def test_drop_and_only_choose_the_columns(d, trained):
    data, rd, _ = trained
    # without --drop: the identifier's message names the option that helps
    one_error(baggr_cmd("train", data, "--target", "label", "--run-dir", d / "no"),
              "column 'id' looks like an identifier", "--drop id")
    ens = baggr.load(rd)
    assert "id" not in ens.schema.names and "count" not in ens.schema.names
    assert json.loads((rd / "config.json").read_text())["table"]["drop"] == ["id", "count"]
    ok(baggr_cmd("train", data, "--target", "label", "--only", "f0,site", "--members", 5, "--run-dir", d / "only"))
    assert baggr.load(d / "only").schema.names == ["f0", "site"]
    one_error(baggr_cmd("train", data, "--target", "label", "--drop", "id,nope", "--run-dir", d / "nope"),
              "has no column 'nope'")
    assert not (d / "nope").exists()
    # Python: the same choice as keywords of train and read_table
    X, y = baggr.read_table(data, target="label", only=["f0", "f1"])
    assert X.column_names == ["f0", "f1"]
    with pytest.warns(UserWarning, match="left out 3 of 300 rows"):
        ens = baggr.train(*baggr.read_table(data, target="label"), baggr.Config(members=5), drop=["id", "count"])
    assert ens.schema.names == baggr.load(rd).schema.names


# ---------------------------------------------------------------- 2. dates

def test_a_date_column_in_a_csv_is_a_feature_and_predict_reads_it_the_same_way(d, trained):
    data, rd, _ = trained
    cfg = json.loads((rd / "config.json").read_text())
    assert cfg["data"]["dates"] == [{"column": "day", "parts": ["days", "day_of_year", "weekday"]}]
    ens = baggr.load(rd)
    assert ens.schema.dates == cfg["data"]["dates"]
    # busy on weekends: the weekday part carries it, so the error is far below the majority's (Monday 0:
    # Saturday and Sunday are weekday >= 5, datetime.date.weekday)
    assert ens.oob.error < 0.15, ens.oob.error
    new = d / "new.csv"
    write(new, {k: v for k, v in visits(40, 7).items() if k != "label"})
    ok(baggr_cmd("predict", rd, new, "--out", d / "scored.csv"))
    assert pacsv.read_csv(d / "scored.csv").column("prediction").to_pylist() == list(ens.predict(new))


# ---------------------------------------------------------------- 3. the target's kind

def test_a_whole_number_target_with_many_values_needs_the_task(d, trained):
    data, _, _ = trained
    one_error(baggr_cmd("train", data, "--target", "count", "--drop", "id,label", "--run-dir", d / "count"),
              "target 'count' holds 60 distinct whole numbers in 300 rows", "--task regression", "--task classes")
    ok(baggr_cmd("train", data, "--target", "count", "--drop", "id,label", "--task", "regression", "--members", 5,
                 "--run-dir", d / "count"))
    assert baggr.load(d / "count").task == "regression"
    # the threshold: more than MANY_VALUES values and more than MANY_SHARE of the rows (README)
    assert (MANY_VALUES, MANY_SHARE) == (20, 0.05)
    assert fit_target(np.arange(100) % 20, 100, None)[0] == "classes"            # 20 values
    with pytest.raises(DataError, match="21 distinct whole numbers"):
        fit_target(np.arange(100) % 21, 100, None)                                # 21 > 20 and 21 > 5
    assert fit_target(np.arange(1000) % 21, 1000, None)[0] == "classes"         # 21 < 5% of 1000
    assert fit_target(np.arange(100) % 21, 100, "classes")[0] == "classes"      # asked for: no question
    with pytest.raises(DataError, match="give --task regression"):              # past 255 classes
        fit_target(np.arange(600) % 300, 600, "classes")


# ---------------------------------------------------------------- 4. missing target values

def test_rows_without_a_target_are_left_out_with_one_warning(d, trained):
    data, rd, r = trained
    line = "warning: left out 3 of 300 rows whose target 'label' is missing"
    assert r.stdout.splitlines().count(line) == 1, r.stdout
    events = [json.loads(x) for x in (rd / "journal.jsonl").read_text().splitlines()]
    assert [e["message"] for e in events if e["event"] == "warning"] == [line[len("warning: "):]]
    assert [e["missing_target"] for e in events if e["event"] == "start"] == [3]
    assert json.loads((rd / "config.json").read_text())["data"]["missing_target"] == 3
    assert baggr.load(rd).oob.left_out.shape == (297,)
    text = ok(baggr_cmd("report", rd)).stdout
    assert "label (2 classes); 3 rows without it left out" in text
    assert json.loads(ok(baggr_cmd("report", rd, "--json")).stdout)["missing_target"] == 3
    assert json.loads(ok(baggr_cmd("report", rd / "model.npz", "--json")).stdout)["missing_target"] == 3
    one_error(baggr_cmd("train", data, "--target", "label", "--drop", "id", "--missing-target", "refuse",
                        "--run-dir", d / "refuse"), "target 'label' has 3 missing values (of 300)")


# ---------------------------------------------------------------- 5, 6. unseen categories, --keep

def test_unseen_categories_score_as_missing_with_one_warning_and_keep_copies_columns(d, trained):
    _, rd, _ = trained
    cols = {k: v for k, v in visits(50, 9).items() if k != "label"}
    cols["site"] = list(cols["site"])
    cols["site"][3] = cols["site"][17] = "west"            # never seen in training
    new = write(d / "unseen.csv", cols)
    r = ok(baggr_cmd("predict", rd, new, "--out", d / "u.csv", "--keep", "id,day"))
    assert r.stderr == "warning: 2 values were categories the model never saw (site 2); scored as missing\n"
    out = pacsv.read_csv(d / "u.csv")
    assert out.column_names == ["id", "day", "prediction", "share_busy", "share_calm"]
    assert out.column("id").to_pylist() == cols["id"]
    # the same rows with those two cells missing score exactly alike (the missing bin)
    as_missing = dict(cols, site=[None if s == "west" else s for s in cols["site"]])
    ens = baggr.load(rd)
    shares = np.column_stack([out.column("share_busy").to_numpy(), out.column("share_calm").to_numpy()])
    assert np.array_equal(shares, ens.vote_shares(pa.table(as_missing)))
    again = write(d / "scored-before.csv", dict(cols, prediction=["calm"] * 50))   # a table scored before
    one_error(baggr_cmd("predict", rd, again, "--out", d / "k.csv", "--keep", "prediction"),
              "--keep prediction: the output has its own column")
    one_error(baggr_cmd("predict", rd, new, "--out", d / "k.csv", "--keep", "nope"), "has no column 'nope'")
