"""The journal: writer, tailing reader, folded run state, job status and stop requests."""
from __future__ import annotations

import json
import math
import os
import subprocess
import sys

import numpy as np
import psutil
import pytest

from baggr.errors import BaggrError
from baggr.runs.journal import (JOURNAL, JournalReader, JournalWriter, RunDirError, RunState, bucket_edges,
                           bucket_plan, class_interval, downsample, job_status, read_state, request_stop,
                           stop_requested)


@pytest.fixture(params=["json", "orjson"])
def parser(request, monkeypatch):
    """Every reader test runs with the json module and, where it is installed, with orjson."""
    import baggr.runs.journal_reader as journal
    if request.param == "orjson":
        monkeypatch.setattr(journal, "_orjson", pytest.importorskip("orjson"))
    else:
        monkeypatch.setattr(journal, "_orjson", None)
    return request.param


def strict_loads(line: str):
    """json.loads that refuses NaN and Infinity (RFC 8259 has no such numbers)."""
    def bad(name):
        raise ValueError(f"not strict JSON: {name}")
    return json.loads(line, parse_constant=bad)


def lines_of(path):
    return path.read_text().splitlines()


# ---------------------------------------------------------------- writer

def test_writer_appends_one_strict_line_per_event(tmp_path):
    path = tmp_path / JOURNAL
    with JournalWriter(path, get_time=lambda: 1764612000.1234) as w:
        w.write("member", member=3, error=float("nan"), interval=[0.1, float("inf")],
                class_error=np.array([0.5, np.nan]), oob_rows=np.int64(368), coverage=np.float32(0.25))
        w.fsync()
    with JournalWriter(path) as w:           # a second writer (a resumed job) appends, never truncates
        w.write("end", status="finished")
    rows = [strict_loads(x) for x in lines_of(path)]
    assert len(rows) == 2
    first = rows[0]
    assert first["event"] == "member" and first["t"] == pytest.approx(1764612000.123)
    # NaN and infinity have no JSON spelling: they are written as null (RFC 8259, section 6).
    assert first["error"] is None and first["interval"] == [0.1, None]
    assert first["class_error"] == [0.5, None] and first["oob_rows"] == 368 and first["coverage"] == 0.25
    assert rows[1]["event"] == "end" and rows[1]["status"] == "finished"


def test_writer_refuses_what_json_cannot_hold(tmp_path):
    with JournalWriter(tmp_path / JOURNAL) as w:
        with pytest.raises(TypeError):
            w.write("warning", message=object())


# ---------------------------------------------------------------- reader

@pytest.mark.usefixtures("parser")
def test_offset_never_rereads(tmp_path):
    path = tmp_path / JOURNAL
    w = JournalWriter(path)
    for i in range(10):
        w.write("member", member=i + 1)
    r = JournalReader(path)
    assert [e["member"] for e in r.read_new()] == list(range(1, 11))
    for i in range(10, 15):
        w.write("member", member=i + 1)
    assert [e["member"] for e in r.read_new()] == [11, 12, 13, 14, 15]
    assert r.read_new() == []
    w.close()


@pytest.mark.usefixtures("parser")
def test_torn_last_line_is_kept_until_its_newline(tmp_path):
    path = tmp_path / JOURNAL
    line = json.dumps({"event": "member", "member": 1, "error": 0.25})
    with open(path, "w") as f:
        f.write(line[:17])
    r = JournalReader(path)
    assert r.read_new() == [] and r.pending == 17
    with open(path, "a") as f:
        f.write(line[17:30])
    assert r.read_new() == []
    with open(path, "a") as f:
        f.write(line[30:] + "\n" + line[:5])
    assert r.read_new() == [{"event": "member", "member": 1, "error": 0.25}]
    assert r.malformed == 0 and r.pending == 5


@pytest.mark.usefixtures("parser")
def test_malformed_lines_are_skipped_and_counted(tmp_path):
    path = tmp_path / JOURNAL
    path.write_text('{"event":"start"}\nnot json at all\n[1, 2]\n{"no_event": 1}\n'
                    '{"event":"member","member":1} trailing\n{"event":"member","member":2}\n')
    r = JournalReader(path)
    assert [e["event"] for e in r.read_new()] == ["start", "member"]
    assert r.malformed == 4


@pytest.mark.usefixtures("parser")
def test_event_after_a_torn_line_is_recovered(tmp_path):
    # A job killed mid-line leaves no newline; the resumed job's start line follows on the same line.
    path = tmp_path / JOURNAL
    path.write_text('{"event":"member","member":7,"err{"event":"start","first_member":5}\n')
    r = JournalReader(path)
    assert r.read_new() == [{"event": "start", "first_member": 5}]
    assert r.malformed == 1
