"""Backends: any backend that hands members back in member order gives the same run, bit for bit.

The fold is exact however members are grown (DESIGN.md "Tallies add"): a backend that grows chunks
out of order, late and twice must end identical to local threads.
"""
import random

import numpy as np

from baggr.backends.base import Backend
from baggr.config import Config
from baggr.engine import Training
from generators import twonorm


class Shuffled(Backend):
    """Grows chunks of 3 members in a random order, each twice, and yields them in member order."""

    def members(self, grower, start, stop):
        chunks = [range(a, min(a + 3, stop)) for a in range(start, stop, 3)]
        order = chunks * 2
        random.Random(5).shuffle(order)
        done = {}
        for ch in order:
            for r in grower.grow_chunk(ch):
                done.setdefault(r.member, r)
        for m in range(start, stop):
            yield done.pop(m)


def _run(backend, keep=True):
    X, y = twonorm(300, seed=3)
    cfg = Config(members=11, seed=7, threads=2, keep_members=keep)
    tr = Training(X, y, cfg)
    return tr.run(backend=backend)


def test_out_of_order_chunks_equal_threads():
    a, b = _run(None), _run(Shuffled())
    for k, v in a.oob.arrays().items():
        np.testing.assert_array_equal(v, b.oob.arrays()[k], err_msg=k)
    for k, v in a.forest.arrays.items():
        np.testing.assert_array_equal(v, b.forest.arrays[k], err_msg=k)


def test_stopping_early_closes_the_backend():
    closed = []

    class Counting(Shuffled):
        def close(self):
            closed.append(True)

    X, y = twonorm(200, seed=1)
    tr = Training(X, y, Config(members=9, seed=1, threads=1))
    ens = tr.run(backend=Counting(), should_stop=lambda: tr.next_member >= 4)
    assert ens.members == 4 and closed == [True]


def test_packed_votes_travel_exactly():
    """A cluster worker sends hard votes as a bit per row and a byte per vote: unpacked, the same arrays
    (numpy's packbits/unpackbits are inverse; common practice, no source)."""
    from baggr.backends.dask_worker import PackedDelta
    from baggr.oob.tally import MemberDelta
    rng = np.random.default_rng(4)
    n = 1003                                        # not a multiple of 8: the last byte is partly used
    rows = np.flatnonzero(rng.random(n) < 0.37).astype(np.int32)
    for votes in (rng.integers(0, 2, rows.size).astype(np.int32), rng.integers(0, 255, rows.size).astype(np.int32)):
        packed = PackedDelta.pack(MemberDelta(9, rows, votes), n)
        assert isinstance(packed, PackedDelta) and packed.bits.nbytes == (n + 7) // 8
        back = packed.unpack()
        assert back.member == 9 and back.rows.dtype == np.int32 and back.votes.dtype == np.int32
        np.testing.assert_array_equal(back.rows, rows)
        np.testing.assert_array_equal(back.votes, votes)
    # left as they are: class shares, regression values, votes of 256 classes or more, very few OOB rows
    shares = MemberDelta(1, rows, rng.random((rows.size, 3)))
    values = MemberDelta(1, rows, rng.random(rows.size))
    many = MemberDelta(1, rows, np.full(rows.size, 300, np.int32))
    few = MemberDelta(1, rows[:3], np.zeros(3, np.int32))
    for d in (shares, values, many, few):
        assert PackedDelta.pack(d, n) is d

········

* **Instructions for the task**
In the records above, find each line with the word "pending" and copy it out.

* **Your response**
    assert r.read_new() == [] and r.pending == 17
    assert r.malformed == 0 and r.pending == 5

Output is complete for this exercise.